Catégories: Haïti, Arts et Culture, Cyber-activisme, Education, Ethnicité et racisme, Histoire, Idées, Langues, Médias citoyens, Migrations & immigrés

Le 1er janvier n'est pas seulement le Jour de l'An pour les Haïtiens, c'est aussi à cette date que Haïti a déclaré son indépendance [1]. Pour fêter les 210 ans d'indépendance de Haïti, Bertin Louis [2] (@MySoulIsInHaiti) a lancé le mot-clé #ShamelesslyHaitian [3] [‘effrontément haïtien] pour que les Haïtiens disent leur fierté et propagent leur histoire et leur culture. Global Voices s'est entretenu avec lui pour en savoir plus sur ce mot-clé et son travail de chercheur.

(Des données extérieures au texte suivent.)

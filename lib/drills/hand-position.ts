/**
 * Hand positions: the notes one hand covers before it has to move (DESIGN.md `HandPosition`).
 * A position is read from the passage's fingering and the span model: while each key keeps its
 * finger, no finger serves two keys, the fingers run with the pitch (rising in the right hand,
 * falling in the left: no thumb passing under, no finger crossing over) and the notes stay within
 * the profile's comfortable span, the hand has not moved. The first note that breaks one of these
 * starts the next position. Blocking, note pairs, pivot walks and double notes work per position.
 */
import Fraction from "fraction.js";
import type { Hand, NoteEvent, Passage, Sonority } from "../score/types";
import type { HandProfile, SpanReport } from "./types";
import { spanOf } from "./hand";
import { newFingeringMemo, passageFingers, type FingeringMemo } from "./span";

export interface HandPosition {
  readonly hand: Hand;
  /** The consecutive sonorities the hand plays without moving. */
  readonly sonorities: readonly Sonority[];
  /** Distinct keys of the position, low to high (the first note struck on each key). */
  readonly notes: readonly NoteEvent[];
  /** The finger on each of `notes` (same order): rising with pitch in the right hand, falling in the left. */
  readonly fingers: readonly number[];
  /** First onset; the position lasts until the next position starts (the passage's rhythm of positions). */
  readonly onset: Fraction;
  readonly duration: Fraction;
  /** Stretch from the lowest to the highest key, against the profile, with the outer fingers. */
  readonly span: SpanReport;
  /** True when the keys make a chord shape: two or more keys and no two neighbours a semitone apart, not only steps. */
  readonly chordal: boolean;
}

/**
 * Fingers rising with pitch (right hand) or falling (left hand), one per key, keeping as many of
 * `wanted` as fit: the ordered finger choice nearest to what was asked. `fixed` fingers (not null)
 * must stay. Null when no ordered choice keeps the fixed fingers (or there are more than five keys).
 *
 * @example
 * orderedFingers([2, 2, 5], "right") // [1, 2, 5] (a duplicate 2 repaired)
 * orderedFingers([1, 3], "left") // [4, 3] (one finger changed: the left hand falls with pitch)
 */
export function orderedFingers(wanted: readonly (number | null)[], hand: Hand, fixed: readonly (number | null)[] = []): number[] | null {
  const k = wanted.length;
  if (k === 0) return [];
  if (k > 5) return null;
  let best: number[] | null = null;
  let bestCost = Infinity;
  for (let mask = 1; mask < 32; mask++) {
    const rising = [1, 2, 3, 4, 5].filter((f) => mask & (1 << (f - 1)));
    if (rising.length !== k) continue;
    const tuple = hand === "right" ? rising : rising.reverse();
    if (tuple.some((f, i) => fixed[i] != null && fixed[i] !== f)) continue;
    let cost = 0;
    tuple.forEach((f, i) => {
      const w = wanted[i];
      if (w != null && w !== f) cost += 10 + Math.abs(w - f);
    });
    if (cost < bestCost) [best, bestCost] = [tuple, cost];
  }
  return best;
}

/** True when two (midi → finger) entries can sit under one unmoved hand. */
function fits(a: [number, number], b: [number, number], hand: Hand): boolean {
  if (a[0] === b[0]) return a[1] === b[1];
  if (a[1] === b[1]) return false;
  const up = (b[0] - a[0]) * (b[1] - a[1]) > 0;
  return hand === "right" ? up : !up;
}

/**
 * True when the keys (MIDI, any order) make a chord shape: at least two, no semitone between
 * neighbours, and not a run of steps (three or more keys all a step apart).
 *
 * @example
 * isChordShape([60, 64, 67]) // true
 * isChordShape([60, 62, 64]) // false (a scale run)
 * isChordShape([64, 65]) // false (a semitone cluster)
 */
export function isChordShape(midis: readonly number[]): boolean {
  const m = [...new Set(midis)].sort((a, b) => a - b);
  if (m.length < 2) return false;
  const gaps = m.slice(1).map((x, i) => x - m[i]!);
  if (gaps.some((g) => g < 2)) return false;
  return !(m.length >= 3 && gaps.every((g) => g <= 2));
}

/** A sonority's keys with their fingers, repaired to an ordered set when the estimate crossed them. */
function keysOf(s: Sonority, fingerOf: ReadonlyMap<string, number>, hand: Hand): [number, number][] {
  const byMidi = new Map<number, number | null>();
  for (const n of s.notes) if (!byMidi.has(n.pitch!.midi)) byMidi.set(n.pitch!.midi, fingerOf.get(n.id) ?? null);
  const midis = [...byMidi.keys()].sort((a, b) => a - b);
  const wanted = midis.map((m) => byMidi.get(m)!);
  const fixed = midis.map((m) => {
    const n = s.notes.find((x) => x.pitch!.midi === m)!;
    return n.fingeringSource === "score" || (n.fingering?.length && n.fingeringSource !== "estimated") ? n.fingering?.[0]?.finger ?? null : null;
  });
  const fingers = orderedFingers(wanted, hand, fixed) ?? orderedFingers(wanted, hand) ?? wanted.map((w, i) => w ?? i + 1);
  return midis.map((m, i) => [m, fingers[i]!]);
}

/**
 * The hand positions of one hand of a passage, in order. `breaks` (onsets as numbers) force a new
 * position to start there, e.g. at each beat when a teacher blocks by beat.
 *
 * @example
 * handPositions(makePassage({ right: "C4/8@1 E4/8@3 G4/8@5 C5/8@5" }), "right").map((p) => p.notes.length); // [3, 1]
 */
export function handPositions(
  passage: Passage,
  hand: Hand,
  profile: HandProfile,
  memo: FingeringMemo = newFingeringMemo(),
  breaks?: ReadonlySet<number>,
): HandPosition[] {
  const sons = passage.sonorities[hand];
  if (sons.length === 0) return [];
  // Several families ask for the same positions: remember them per passage (and fingering memo).
  const key = breaks ? null : `${hand}|${profile.spanMm}|${profile.octaveMm}`;
  const known = key ? CACHE.get(passage)?.get(memo)?.get(key) : undefined;
  if (known) return known;
  const found = findPositions(passage, hand, profile, memo, breaks);
  if (key) {
    let byPassage = CACHE.get(passage);
    if (!byPassage) CACHE.set(passage, (byPassage = new WeakMap()));
    let byMemo = byPassage.get(memo);
    if (!byMemo) byPassage.set(memo, (byMemo = new Map()));
    byMemo.set(key, found);
  }
  return found;
}

const CACHE = new WeakMap<Passage, WeakMap<FingeringMemo, Map<string, HandPosition[]>>>();

function findPositions(passage: Passage, hand: Hand, profile: HandProfile, memo: FingeringMemo, breaks?: ReadonlySet<number>): HandPosition[] {
  const sons = passage.sonorities[hand];
  const fingerOf = passageFingers(passage, hand, memo);
  const runs: { sons: Sonority[]; keys: Map<number, [number, number, NoteEvent]> }[] = [];
  for (const s of sons) {
    const keys = keysOf(s, fingerOf, hand);
    const cur = runs[runs.length - 1];
    let moves = !cur || (breaks?.has(s.onset.valueOf()) ?? false);
    if (!moves && cur) {
      const all = [...cur.keys.values()].map(([m, f]) => [m, f] as [number, number]);
      moves = keys.some((k) => all.some((a) => !fits(a, k, hand)));
      if (!moves) {
        const merged = [...all, ...keys.filter((k) => !cur.keys.has(k[0]))].sort((a, b) => a[0] - b[0]);
        const span = spanOf(merged.map(([midi]) => ({ midi })), merged.map(([, f]) => f), profile);
        moves = span.overComfortable && merged.length > keys.length;
      }
    }
    const target = moves ? { sons: [] as Sonority[], keys: new Map<number, [number, number, NoteEvent]>() } : cur!;
    if (moves) runs.push(target);
    target.sons.push(s);
    for (const [m, f] of keys) if (!target.keys.has(m)) target.keys.set(m, [m, f, s.notes.find((n) => n.pitch!.midi === m)!]);
  }
  const lastBar = passage.measures[passage.measures.length - 1];
  const end = lastBar ? lastBar.start.add(lastBar.length) : sons[sons.length - 1]!.onset.add(sons[sons.length - 1]!.duration);
  return runs.map((r, i) => {
    const keys = [...r.keys.values()].sort((a, b) => a[0] - b[0]);
    const onset = r.sons[0]!.onset;
    const last = r.sons[r.sons.length - 1]!;
    const next = runs[i + 1]?.sons[0]!.onset;
    const stop = next ?? (last.onset.add(last.duration).compare(end) > 0 ? end : last.onset.add(last.duration));
    const fingers = keys.map((k) => k[1]);
    return {
      hand,
      sonorities: r.sons,
      notes: keys.map((k) => k[2]),
      fingers,
      onset,
      duration: stop.sub(onset),
      span: spanOf(keys.map(([midi]) => ({ midi })), fingers, profile),
      chordal: isChordShape(keys.map((k) => k[0])),
    };
  });
}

Global Voices (GV) : Parlez-nous de votre parcours.

486882_10151399159407592_721448874_nBertin Louis (BL) : Je m'appelle Bertin M. Louis, Jr. et je suis titulaire d'un doctorat et professeur assistant d'Anthropologie et Etudes Africaines à l'Université du Tennessee. Je suis aussi le fils de Haïtiens qui ont émigré aux Etats-Unis au milieu des années 60. Grandi à Staten Island, New York, je ne m'identifiais pas réellement à mon patrimoine haïtien avant d'aller à l'Université de Syracuse pour mes études de premier cycle. En troisième année de licence, je me suis inscrit à un cours intitulé “Société caribéenne depuis l'indépendance” donné par le Dr. Horace Campbell, un politologue d'ascendance jamaïcane et un panafricaniste. Le premier livre que nous avons lu était “Les Jacobins noirs : Toussaint Louverture et la révolution de Saint Domingue” par l'historien trinidadien du travail C.L.R. James. Ce livre a eu un profond effet sur moi. Quand quelque chose vous fait beaucoup d'effet, nous disons en créole haïtien “Li frape m fò (littéralement “ça m'a frappé fort”). Savoir que seule révolte d'esclaves réussie de l'histoire humaine faisait partie de mon patrimoine m'a donné confiance en qui j'étais, à l'époque, et j'ai voulu étudier de plus près l'histoire et la culture haïtiennes. Cela m'a vraiment mis sur la voie où je suis aujourd'hui, la recherche et l'étude de la diaspora haïtienne et de Haïti.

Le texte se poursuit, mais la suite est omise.